• Prompt
Set down again exactly the lines of the listing below that fall between the line holding "return Number(x.toPrecision(this.digits));" and the line holding "records(): Generator<SimRecord, void, void>;", inclusive.

• Given records

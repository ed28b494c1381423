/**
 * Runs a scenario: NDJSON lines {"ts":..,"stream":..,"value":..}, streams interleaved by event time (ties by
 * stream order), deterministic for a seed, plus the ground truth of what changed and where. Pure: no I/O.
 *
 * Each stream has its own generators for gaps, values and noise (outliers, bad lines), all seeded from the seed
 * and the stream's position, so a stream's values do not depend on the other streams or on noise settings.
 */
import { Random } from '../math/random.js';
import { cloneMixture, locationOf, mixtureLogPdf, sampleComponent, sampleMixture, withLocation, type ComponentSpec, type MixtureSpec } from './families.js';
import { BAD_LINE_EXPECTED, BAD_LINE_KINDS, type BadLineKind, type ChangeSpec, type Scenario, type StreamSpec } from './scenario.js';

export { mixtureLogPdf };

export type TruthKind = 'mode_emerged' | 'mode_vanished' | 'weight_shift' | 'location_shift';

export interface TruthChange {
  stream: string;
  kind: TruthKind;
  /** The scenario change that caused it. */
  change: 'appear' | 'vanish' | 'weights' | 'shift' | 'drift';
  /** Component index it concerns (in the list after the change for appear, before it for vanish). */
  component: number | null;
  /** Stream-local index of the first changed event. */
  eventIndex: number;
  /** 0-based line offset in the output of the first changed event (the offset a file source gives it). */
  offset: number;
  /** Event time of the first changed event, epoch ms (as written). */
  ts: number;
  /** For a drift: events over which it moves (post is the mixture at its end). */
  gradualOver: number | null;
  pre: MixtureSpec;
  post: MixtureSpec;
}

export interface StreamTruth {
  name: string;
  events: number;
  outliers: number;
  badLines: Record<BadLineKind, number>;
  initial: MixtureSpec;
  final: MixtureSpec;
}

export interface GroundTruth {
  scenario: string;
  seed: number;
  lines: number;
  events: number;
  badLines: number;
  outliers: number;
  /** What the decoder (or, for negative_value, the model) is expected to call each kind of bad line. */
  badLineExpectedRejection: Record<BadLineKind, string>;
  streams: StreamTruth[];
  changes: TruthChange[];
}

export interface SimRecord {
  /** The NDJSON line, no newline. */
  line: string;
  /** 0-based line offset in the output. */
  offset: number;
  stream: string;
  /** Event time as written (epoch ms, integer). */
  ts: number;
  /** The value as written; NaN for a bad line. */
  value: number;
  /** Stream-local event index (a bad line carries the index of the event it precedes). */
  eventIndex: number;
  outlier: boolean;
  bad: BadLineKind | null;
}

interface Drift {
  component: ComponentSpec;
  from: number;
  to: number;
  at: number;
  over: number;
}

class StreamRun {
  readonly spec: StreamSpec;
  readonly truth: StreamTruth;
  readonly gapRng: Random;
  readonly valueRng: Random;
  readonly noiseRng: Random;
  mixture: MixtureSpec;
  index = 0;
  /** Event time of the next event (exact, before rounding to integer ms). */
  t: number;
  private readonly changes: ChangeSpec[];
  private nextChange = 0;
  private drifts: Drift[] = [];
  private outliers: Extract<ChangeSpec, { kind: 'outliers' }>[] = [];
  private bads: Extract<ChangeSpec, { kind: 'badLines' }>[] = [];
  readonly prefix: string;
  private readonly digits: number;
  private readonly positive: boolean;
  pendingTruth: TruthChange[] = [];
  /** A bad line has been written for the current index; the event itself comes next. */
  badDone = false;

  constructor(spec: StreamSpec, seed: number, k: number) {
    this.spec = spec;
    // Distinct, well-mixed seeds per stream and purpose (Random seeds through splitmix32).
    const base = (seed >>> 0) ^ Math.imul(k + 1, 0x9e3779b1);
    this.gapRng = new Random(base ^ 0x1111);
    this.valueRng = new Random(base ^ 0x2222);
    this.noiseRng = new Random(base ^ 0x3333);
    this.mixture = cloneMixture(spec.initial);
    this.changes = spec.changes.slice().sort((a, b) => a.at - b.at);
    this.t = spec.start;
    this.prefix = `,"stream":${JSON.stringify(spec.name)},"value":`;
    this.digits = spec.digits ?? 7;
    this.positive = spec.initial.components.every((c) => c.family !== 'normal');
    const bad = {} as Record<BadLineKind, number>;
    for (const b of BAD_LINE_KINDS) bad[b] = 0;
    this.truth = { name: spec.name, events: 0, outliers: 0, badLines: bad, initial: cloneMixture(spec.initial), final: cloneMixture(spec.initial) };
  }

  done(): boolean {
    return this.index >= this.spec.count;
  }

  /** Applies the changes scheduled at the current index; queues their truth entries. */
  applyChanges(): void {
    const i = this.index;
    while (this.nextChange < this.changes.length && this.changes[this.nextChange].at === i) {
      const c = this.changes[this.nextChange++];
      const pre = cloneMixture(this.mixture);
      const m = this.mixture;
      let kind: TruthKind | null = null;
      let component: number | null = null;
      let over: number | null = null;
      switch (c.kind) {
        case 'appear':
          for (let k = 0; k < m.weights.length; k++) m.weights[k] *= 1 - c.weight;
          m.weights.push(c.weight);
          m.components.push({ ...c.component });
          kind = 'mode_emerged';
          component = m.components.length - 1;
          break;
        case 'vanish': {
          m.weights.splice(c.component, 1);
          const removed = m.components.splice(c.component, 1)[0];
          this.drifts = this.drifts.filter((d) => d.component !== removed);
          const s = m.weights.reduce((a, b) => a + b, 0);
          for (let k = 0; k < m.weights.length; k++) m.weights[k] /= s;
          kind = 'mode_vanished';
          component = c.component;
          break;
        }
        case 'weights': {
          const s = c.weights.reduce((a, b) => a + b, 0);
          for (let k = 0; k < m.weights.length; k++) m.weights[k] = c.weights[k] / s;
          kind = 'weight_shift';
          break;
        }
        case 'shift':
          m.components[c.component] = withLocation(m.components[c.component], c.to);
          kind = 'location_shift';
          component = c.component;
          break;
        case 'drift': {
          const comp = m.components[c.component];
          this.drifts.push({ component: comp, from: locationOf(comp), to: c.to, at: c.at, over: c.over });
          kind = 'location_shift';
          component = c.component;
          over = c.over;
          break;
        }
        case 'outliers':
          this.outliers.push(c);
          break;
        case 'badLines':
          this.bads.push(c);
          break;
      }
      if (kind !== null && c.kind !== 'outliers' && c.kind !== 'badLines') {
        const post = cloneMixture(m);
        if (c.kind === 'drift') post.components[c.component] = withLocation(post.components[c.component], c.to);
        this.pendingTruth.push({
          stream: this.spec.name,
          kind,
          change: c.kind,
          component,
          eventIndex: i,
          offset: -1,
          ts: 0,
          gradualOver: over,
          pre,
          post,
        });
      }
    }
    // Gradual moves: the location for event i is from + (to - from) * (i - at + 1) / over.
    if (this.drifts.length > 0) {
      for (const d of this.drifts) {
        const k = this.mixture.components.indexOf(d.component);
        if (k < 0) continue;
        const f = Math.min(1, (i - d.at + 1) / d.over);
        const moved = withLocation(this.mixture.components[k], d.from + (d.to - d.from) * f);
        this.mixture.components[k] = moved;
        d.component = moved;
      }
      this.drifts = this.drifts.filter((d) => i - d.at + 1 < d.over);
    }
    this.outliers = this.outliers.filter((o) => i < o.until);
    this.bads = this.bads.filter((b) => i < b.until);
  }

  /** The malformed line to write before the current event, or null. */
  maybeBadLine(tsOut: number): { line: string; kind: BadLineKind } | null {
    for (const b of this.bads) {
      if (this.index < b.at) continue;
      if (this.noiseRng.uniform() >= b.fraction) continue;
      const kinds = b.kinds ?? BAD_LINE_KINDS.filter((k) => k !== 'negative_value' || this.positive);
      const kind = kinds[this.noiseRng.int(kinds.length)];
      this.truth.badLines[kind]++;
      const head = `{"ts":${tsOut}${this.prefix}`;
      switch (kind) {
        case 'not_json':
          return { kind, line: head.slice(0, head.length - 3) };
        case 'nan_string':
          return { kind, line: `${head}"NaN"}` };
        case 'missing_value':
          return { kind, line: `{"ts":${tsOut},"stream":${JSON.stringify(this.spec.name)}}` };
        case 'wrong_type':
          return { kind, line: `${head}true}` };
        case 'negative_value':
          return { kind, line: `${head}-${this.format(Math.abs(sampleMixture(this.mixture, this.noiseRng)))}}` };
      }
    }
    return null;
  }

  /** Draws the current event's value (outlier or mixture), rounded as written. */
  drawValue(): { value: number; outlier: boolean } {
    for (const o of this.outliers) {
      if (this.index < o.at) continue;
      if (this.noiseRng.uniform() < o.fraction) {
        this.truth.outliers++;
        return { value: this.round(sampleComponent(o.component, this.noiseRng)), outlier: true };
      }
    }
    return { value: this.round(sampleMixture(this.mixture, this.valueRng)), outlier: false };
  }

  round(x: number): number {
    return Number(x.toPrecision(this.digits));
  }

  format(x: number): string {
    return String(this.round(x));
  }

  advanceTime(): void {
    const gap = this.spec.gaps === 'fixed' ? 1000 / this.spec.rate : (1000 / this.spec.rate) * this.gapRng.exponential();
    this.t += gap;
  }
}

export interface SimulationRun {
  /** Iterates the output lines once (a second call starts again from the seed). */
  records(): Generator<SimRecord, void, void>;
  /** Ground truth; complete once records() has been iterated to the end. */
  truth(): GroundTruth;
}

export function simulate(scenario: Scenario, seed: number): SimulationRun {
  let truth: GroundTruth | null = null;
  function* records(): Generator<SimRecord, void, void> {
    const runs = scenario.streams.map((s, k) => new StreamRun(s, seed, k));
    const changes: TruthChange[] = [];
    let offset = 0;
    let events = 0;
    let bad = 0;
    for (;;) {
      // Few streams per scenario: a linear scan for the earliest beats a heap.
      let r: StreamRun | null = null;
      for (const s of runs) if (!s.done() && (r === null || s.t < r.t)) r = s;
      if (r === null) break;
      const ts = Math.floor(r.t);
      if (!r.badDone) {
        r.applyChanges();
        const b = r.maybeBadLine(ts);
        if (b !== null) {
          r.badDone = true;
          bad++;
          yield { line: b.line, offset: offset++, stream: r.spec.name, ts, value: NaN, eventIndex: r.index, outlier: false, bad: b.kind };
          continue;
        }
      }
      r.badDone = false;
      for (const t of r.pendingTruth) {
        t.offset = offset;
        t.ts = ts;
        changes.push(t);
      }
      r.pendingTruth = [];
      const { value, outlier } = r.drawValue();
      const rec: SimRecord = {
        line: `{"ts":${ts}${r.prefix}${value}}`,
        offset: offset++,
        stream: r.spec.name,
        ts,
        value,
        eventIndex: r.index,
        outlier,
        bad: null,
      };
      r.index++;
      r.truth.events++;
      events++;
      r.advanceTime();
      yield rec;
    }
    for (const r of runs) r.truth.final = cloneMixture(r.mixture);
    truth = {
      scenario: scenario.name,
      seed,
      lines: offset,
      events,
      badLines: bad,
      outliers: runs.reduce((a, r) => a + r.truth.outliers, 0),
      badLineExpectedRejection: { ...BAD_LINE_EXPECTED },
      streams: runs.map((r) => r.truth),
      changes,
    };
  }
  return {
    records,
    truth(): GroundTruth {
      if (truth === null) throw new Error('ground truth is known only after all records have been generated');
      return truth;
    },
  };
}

• Output
    return Number(x.toPrecision(this.digits));
  }

  format(x: number): string {
    return String(this.round(x));
  }

  advanceTime(): void {
    const gap = this.spec.gaps === 'fixed' ? 1000 / this.spec.rate : (1000 / this.spec.rate) * this.gapRng.exponential();
    this.t += gap;
  }
}

export interface SimulationRun {
  /** Iterates the output lines once (a second call starts again from the seed). */
  records(): Generator<SimRecord, void, void>;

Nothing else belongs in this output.